Exercise description. In the entries below, count every line with the word "chair". Return only the count.

Supplied records.
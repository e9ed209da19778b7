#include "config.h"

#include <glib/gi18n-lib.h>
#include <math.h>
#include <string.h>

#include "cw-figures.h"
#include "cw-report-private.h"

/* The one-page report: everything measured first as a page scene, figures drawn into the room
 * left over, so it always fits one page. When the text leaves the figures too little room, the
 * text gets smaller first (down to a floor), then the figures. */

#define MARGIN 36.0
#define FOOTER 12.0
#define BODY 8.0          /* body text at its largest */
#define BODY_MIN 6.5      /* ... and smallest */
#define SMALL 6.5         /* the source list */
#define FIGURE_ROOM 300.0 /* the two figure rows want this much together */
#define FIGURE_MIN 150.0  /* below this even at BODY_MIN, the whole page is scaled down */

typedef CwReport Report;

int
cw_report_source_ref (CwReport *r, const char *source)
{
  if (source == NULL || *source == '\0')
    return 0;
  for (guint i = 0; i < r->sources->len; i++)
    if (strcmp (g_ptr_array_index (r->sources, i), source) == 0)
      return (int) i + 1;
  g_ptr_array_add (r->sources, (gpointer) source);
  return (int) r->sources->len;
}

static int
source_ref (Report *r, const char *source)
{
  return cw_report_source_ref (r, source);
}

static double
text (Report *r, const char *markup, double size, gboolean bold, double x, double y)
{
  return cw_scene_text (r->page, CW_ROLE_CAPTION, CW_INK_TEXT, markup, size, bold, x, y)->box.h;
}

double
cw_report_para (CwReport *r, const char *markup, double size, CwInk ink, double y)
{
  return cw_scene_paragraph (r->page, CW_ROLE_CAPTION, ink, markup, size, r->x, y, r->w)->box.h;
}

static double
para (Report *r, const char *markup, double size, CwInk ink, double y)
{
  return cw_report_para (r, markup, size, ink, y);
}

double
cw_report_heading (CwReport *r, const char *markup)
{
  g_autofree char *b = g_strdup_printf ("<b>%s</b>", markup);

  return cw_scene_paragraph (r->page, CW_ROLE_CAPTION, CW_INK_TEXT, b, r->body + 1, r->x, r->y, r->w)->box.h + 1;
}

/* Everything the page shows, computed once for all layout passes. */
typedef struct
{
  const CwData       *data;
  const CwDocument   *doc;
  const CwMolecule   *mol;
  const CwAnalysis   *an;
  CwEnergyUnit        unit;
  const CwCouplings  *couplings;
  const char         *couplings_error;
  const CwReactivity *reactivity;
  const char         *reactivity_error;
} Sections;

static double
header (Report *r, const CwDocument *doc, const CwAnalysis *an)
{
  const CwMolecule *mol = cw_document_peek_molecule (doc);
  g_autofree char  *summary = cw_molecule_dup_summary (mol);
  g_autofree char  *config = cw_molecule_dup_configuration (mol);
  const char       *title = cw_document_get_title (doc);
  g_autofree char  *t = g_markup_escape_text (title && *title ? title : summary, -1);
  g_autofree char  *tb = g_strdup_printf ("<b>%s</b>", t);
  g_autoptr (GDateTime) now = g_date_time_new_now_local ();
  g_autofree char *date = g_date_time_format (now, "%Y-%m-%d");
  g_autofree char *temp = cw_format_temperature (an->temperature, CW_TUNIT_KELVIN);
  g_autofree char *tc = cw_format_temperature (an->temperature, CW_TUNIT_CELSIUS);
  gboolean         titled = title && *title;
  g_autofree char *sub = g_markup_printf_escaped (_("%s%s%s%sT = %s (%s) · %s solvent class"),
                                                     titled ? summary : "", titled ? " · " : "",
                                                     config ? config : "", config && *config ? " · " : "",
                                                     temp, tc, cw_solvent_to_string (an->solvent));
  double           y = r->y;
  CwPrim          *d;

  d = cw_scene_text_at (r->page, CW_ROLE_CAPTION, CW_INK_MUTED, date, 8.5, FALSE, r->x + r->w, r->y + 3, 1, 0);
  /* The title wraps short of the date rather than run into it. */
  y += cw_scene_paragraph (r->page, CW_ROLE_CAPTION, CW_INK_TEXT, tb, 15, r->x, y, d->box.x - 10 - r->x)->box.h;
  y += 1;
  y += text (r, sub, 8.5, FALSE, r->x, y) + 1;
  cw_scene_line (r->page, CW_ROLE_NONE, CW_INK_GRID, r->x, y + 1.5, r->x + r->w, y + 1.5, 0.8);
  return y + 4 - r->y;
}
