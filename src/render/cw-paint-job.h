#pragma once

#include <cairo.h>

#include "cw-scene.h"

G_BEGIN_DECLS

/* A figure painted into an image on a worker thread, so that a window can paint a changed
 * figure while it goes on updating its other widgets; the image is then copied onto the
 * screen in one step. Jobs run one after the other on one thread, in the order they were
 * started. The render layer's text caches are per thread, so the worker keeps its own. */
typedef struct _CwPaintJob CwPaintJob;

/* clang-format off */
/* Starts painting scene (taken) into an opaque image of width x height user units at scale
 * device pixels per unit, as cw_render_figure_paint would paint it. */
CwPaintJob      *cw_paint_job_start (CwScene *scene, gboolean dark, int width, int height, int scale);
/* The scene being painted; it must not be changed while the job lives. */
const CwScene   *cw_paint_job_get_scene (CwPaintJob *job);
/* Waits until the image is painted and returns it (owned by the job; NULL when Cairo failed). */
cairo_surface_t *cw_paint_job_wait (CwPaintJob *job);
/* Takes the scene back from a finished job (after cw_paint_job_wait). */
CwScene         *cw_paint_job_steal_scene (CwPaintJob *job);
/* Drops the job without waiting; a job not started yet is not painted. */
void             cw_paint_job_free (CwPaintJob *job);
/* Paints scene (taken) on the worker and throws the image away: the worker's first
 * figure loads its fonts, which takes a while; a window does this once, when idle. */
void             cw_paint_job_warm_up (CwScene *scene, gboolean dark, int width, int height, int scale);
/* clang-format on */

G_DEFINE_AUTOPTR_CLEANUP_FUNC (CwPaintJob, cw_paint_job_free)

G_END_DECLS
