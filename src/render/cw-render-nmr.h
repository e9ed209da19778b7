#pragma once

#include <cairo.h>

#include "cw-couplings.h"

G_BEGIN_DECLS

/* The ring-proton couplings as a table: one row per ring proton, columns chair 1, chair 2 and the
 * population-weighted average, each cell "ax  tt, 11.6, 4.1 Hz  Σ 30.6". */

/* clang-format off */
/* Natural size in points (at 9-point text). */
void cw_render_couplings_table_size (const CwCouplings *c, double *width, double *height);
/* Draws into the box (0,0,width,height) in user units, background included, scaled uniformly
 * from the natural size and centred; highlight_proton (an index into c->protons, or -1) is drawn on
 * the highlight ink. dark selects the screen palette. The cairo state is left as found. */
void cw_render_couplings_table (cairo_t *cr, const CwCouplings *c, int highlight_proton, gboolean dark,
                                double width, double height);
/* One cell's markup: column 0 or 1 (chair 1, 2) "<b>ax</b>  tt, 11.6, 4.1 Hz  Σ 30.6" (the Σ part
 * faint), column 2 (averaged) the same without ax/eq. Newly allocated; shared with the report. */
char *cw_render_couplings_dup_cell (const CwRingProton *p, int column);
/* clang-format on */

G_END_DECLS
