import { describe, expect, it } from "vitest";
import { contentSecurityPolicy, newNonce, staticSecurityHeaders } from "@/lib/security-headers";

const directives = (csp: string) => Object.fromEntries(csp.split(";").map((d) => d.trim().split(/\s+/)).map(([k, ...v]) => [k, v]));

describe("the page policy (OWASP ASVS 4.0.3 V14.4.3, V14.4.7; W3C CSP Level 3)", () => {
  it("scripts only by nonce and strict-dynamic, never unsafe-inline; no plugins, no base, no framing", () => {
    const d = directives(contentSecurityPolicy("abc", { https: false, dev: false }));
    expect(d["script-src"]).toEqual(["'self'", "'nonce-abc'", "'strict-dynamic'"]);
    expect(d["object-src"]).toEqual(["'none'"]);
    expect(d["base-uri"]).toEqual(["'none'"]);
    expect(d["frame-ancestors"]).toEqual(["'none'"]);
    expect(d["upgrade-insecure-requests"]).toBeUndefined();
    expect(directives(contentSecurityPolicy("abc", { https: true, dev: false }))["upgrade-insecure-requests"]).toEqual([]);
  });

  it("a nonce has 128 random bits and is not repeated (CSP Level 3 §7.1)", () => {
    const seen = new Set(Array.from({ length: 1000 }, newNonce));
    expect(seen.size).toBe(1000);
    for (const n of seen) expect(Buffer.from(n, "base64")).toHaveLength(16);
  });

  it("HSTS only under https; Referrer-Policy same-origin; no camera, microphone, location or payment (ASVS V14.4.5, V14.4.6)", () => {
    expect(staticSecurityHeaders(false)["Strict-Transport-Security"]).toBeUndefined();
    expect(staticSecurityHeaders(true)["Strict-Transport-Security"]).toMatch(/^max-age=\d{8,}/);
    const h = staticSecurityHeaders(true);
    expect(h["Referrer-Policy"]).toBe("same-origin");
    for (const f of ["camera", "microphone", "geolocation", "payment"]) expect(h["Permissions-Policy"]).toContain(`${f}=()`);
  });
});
--
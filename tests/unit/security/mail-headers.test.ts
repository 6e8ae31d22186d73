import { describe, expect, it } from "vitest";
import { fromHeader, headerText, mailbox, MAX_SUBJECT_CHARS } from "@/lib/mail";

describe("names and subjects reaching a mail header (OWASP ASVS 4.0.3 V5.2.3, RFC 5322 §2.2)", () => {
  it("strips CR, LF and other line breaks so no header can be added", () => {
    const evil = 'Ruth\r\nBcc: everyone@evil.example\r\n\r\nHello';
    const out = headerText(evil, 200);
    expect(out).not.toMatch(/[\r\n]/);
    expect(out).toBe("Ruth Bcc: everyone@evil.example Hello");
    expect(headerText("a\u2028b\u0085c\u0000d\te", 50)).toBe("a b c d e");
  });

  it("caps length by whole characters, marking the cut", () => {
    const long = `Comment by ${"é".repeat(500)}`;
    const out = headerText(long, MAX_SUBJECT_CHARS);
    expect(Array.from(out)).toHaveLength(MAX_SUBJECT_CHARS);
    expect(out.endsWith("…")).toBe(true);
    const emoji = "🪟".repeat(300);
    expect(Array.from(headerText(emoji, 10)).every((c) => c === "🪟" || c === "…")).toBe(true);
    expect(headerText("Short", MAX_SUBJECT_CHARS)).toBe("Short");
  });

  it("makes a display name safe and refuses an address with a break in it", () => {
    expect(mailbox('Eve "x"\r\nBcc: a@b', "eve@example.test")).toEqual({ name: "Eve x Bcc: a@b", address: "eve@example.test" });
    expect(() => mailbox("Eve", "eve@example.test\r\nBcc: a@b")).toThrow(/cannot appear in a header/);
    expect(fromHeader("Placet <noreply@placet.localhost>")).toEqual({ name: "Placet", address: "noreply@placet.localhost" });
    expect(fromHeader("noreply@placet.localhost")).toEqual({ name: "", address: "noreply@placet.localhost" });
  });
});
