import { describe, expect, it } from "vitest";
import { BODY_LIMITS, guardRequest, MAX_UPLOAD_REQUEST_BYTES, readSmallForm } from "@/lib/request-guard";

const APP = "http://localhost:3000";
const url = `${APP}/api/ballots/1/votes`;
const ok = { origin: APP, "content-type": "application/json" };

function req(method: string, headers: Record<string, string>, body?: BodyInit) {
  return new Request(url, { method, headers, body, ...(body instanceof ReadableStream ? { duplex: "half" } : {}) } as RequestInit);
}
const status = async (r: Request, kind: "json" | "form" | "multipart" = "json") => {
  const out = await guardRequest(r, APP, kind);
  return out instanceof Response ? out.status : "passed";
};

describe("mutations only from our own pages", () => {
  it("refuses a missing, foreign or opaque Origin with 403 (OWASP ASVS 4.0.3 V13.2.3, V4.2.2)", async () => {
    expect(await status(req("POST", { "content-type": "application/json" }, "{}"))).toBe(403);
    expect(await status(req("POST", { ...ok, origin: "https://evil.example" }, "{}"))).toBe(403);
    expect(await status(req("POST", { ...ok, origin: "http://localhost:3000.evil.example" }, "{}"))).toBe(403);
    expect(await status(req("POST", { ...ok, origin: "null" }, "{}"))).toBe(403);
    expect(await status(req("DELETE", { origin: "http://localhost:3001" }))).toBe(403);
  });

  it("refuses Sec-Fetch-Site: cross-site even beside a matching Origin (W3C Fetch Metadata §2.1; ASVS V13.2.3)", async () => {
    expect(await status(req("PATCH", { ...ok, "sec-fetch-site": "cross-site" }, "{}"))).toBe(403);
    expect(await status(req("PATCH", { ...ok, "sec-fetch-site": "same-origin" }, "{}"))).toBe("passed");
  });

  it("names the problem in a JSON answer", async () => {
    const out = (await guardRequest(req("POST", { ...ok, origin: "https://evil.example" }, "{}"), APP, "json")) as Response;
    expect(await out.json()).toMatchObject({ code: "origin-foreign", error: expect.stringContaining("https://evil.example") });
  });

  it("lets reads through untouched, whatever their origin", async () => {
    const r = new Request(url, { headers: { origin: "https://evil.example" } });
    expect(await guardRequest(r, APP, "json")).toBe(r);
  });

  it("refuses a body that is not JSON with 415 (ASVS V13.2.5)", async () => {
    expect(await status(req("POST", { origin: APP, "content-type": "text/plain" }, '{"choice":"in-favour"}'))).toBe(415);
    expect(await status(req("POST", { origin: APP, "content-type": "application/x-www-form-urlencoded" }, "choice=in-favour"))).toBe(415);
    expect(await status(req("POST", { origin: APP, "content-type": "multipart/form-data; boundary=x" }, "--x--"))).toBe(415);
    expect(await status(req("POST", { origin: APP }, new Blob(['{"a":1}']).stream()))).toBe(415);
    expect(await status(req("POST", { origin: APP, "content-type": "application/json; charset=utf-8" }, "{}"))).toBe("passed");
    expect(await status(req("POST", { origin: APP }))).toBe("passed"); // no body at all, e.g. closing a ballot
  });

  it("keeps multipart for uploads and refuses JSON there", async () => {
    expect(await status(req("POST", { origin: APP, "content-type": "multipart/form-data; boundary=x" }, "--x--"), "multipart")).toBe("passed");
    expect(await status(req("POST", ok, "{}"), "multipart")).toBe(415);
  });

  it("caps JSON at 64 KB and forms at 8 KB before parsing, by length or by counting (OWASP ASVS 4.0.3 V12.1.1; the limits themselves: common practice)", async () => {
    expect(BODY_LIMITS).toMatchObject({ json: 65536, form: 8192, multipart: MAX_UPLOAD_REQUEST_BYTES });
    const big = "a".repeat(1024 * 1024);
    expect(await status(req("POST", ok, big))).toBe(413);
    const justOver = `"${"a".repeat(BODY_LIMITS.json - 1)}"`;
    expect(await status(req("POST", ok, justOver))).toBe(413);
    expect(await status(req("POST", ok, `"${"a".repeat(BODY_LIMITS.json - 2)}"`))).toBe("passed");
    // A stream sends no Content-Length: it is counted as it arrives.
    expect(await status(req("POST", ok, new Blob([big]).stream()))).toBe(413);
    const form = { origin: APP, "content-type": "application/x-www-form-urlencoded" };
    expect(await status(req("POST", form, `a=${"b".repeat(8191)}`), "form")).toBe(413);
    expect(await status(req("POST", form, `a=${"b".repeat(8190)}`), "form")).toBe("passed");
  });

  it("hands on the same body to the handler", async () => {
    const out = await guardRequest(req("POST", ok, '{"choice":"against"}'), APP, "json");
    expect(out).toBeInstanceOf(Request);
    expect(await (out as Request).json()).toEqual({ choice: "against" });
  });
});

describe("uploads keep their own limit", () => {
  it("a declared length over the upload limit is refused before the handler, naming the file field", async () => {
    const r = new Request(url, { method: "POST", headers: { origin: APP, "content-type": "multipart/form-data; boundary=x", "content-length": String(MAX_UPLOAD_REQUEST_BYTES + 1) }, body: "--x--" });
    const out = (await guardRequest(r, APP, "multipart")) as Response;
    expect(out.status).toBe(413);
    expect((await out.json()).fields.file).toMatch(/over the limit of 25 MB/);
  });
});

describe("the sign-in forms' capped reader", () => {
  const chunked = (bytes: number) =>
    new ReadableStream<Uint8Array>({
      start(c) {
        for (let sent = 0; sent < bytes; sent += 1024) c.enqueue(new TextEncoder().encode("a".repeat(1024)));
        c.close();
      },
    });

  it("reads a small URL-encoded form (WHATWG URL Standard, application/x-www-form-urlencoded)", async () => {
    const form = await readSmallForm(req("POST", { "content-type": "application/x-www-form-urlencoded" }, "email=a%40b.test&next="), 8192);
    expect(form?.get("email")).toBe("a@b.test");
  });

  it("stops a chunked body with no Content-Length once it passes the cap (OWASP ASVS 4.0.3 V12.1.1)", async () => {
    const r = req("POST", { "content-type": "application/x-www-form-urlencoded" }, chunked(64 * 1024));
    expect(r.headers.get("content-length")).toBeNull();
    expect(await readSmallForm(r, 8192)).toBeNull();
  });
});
---
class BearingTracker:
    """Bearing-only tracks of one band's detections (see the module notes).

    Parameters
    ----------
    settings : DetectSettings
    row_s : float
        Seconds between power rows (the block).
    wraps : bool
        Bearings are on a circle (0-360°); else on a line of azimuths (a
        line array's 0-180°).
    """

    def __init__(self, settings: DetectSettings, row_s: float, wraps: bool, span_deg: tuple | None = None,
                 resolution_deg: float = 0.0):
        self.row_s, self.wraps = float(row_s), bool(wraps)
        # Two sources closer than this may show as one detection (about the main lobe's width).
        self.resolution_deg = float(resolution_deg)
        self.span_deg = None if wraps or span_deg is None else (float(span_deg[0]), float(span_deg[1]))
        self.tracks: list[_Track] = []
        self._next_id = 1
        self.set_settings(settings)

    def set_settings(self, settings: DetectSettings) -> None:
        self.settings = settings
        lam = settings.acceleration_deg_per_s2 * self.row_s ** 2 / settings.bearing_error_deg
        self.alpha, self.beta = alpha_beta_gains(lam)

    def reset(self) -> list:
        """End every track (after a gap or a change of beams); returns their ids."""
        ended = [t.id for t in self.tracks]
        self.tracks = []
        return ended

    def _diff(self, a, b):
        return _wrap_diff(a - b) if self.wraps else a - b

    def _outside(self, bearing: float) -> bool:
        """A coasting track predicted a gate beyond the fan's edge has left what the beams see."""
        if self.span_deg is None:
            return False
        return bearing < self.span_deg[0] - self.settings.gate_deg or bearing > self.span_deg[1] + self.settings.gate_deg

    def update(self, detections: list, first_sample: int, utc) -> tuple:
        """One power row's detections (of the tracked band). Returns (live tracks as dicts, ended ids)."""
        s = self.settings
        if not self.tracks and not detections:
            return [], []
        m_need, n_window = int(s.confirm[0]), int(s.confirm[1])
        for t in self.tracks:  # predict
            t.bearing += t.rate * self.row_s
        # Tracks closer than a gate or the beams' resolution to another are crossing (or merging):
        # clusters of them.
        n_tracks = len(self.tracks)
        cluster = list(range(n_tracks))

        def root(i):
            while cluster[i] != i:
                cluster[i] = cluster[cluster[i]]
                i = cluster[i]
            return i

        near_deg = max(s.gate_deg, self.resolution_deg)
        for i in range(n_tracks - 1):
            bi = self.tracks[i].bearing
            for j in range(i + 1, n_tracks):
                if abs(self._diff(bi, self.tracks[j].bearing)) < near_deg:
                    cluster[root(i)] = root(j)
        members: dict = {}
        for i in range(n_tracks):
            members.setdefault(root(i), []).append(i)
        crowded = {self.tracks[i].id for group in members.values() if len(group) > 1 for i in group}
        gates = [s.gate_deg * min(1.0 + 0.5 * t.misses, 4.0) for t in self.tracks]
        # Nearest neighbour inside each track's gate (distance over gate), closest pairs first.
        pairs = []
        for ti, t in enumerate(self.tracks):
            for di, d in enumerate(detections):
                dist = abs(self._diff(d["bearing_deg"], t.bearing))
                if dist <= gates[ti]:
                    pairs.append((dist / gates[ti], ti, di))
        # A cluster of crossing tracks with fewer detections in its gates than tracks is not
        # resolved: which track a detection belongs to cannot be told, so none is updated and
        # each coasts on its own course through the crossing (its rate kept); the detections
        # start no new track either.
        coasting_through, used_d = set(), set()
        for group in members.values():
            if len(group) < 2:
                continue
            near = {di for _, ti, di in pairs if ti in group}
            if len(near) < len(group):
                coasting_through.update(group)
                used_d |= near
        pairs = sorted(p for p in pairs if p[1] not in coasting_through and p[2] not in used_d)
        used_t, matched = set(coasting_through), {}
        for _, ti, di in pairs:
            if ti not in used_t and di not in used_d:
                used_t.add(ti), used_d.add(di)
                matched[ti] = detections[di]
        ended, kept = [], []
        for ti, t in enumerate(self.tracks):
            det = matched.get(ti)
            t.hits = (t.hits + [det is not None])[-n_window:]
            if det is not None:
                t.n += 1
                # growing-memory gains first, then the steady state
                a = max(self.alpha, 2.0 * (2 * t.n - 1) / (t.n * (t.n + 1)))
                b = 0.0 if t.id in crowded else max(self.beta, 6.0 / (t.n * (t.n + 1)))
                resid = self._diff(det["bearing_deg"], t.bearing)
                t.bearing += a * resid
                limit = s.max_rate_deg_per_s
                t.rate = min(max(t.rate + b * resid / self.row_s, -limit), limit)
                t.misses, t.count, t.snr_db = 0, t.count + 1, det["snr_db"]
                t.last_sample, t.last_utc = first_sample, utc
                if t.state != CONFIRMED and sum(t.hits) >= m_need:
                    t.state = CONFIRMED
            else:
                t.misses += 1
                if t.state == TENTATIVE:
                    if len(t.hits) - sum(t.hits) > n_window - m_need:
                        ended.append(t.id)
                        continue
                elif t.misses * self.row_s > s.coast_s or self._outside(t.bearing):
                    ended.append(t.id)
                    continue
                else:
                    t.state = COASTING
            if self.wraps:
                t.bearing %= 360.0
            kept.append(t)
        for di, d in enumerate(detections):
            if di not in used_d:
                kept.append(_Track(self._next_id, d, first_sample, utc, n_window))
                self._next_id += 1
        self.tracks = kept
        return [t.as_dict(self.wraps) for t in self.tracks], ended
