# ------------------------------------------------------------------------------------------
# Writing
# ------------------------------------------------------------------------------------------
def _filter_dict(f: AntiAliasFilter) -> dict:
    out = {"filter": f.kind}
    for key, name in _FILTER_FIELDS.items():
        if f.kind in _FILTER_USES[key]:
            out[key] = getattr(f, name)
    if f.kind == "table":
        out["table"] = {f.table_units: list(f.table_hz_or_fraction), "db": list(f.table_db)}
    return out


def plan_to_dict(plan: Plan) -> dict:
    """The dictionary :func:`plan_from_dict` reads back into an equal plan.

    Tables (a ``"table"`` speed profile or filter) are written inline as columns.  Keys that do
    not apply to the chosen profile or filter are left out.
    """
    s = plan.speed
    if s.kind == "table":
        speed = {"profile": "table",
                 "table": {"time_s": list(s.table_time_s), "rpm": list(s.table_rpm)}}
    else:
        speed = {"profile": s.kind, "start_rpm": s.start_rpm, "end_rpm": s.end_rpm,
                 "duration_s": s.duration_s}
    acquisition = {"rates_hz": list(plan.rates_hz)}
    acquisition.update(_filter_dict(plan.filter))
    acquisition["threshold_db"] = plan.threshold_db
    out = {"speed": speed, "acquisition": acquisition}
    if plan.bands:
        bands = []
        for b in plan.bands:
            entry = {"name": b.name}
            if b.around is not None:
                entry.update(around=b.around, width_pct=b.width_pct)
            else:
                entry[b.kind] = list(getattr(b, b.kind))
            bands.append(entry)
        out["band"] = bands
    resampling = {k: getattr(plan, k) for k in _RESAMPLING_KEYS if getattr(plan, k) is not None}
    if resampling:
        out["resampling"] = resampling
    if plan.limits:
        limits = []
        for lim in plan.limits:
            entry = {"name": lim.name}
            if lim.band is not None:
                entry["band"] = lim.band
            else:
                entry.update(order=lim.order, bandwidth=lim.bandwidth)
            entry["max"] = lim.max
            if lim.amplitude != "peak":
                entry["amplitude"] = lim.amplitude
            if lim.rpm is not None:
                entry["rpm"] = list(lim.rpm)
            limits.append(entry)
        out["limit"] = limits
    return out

Response. 2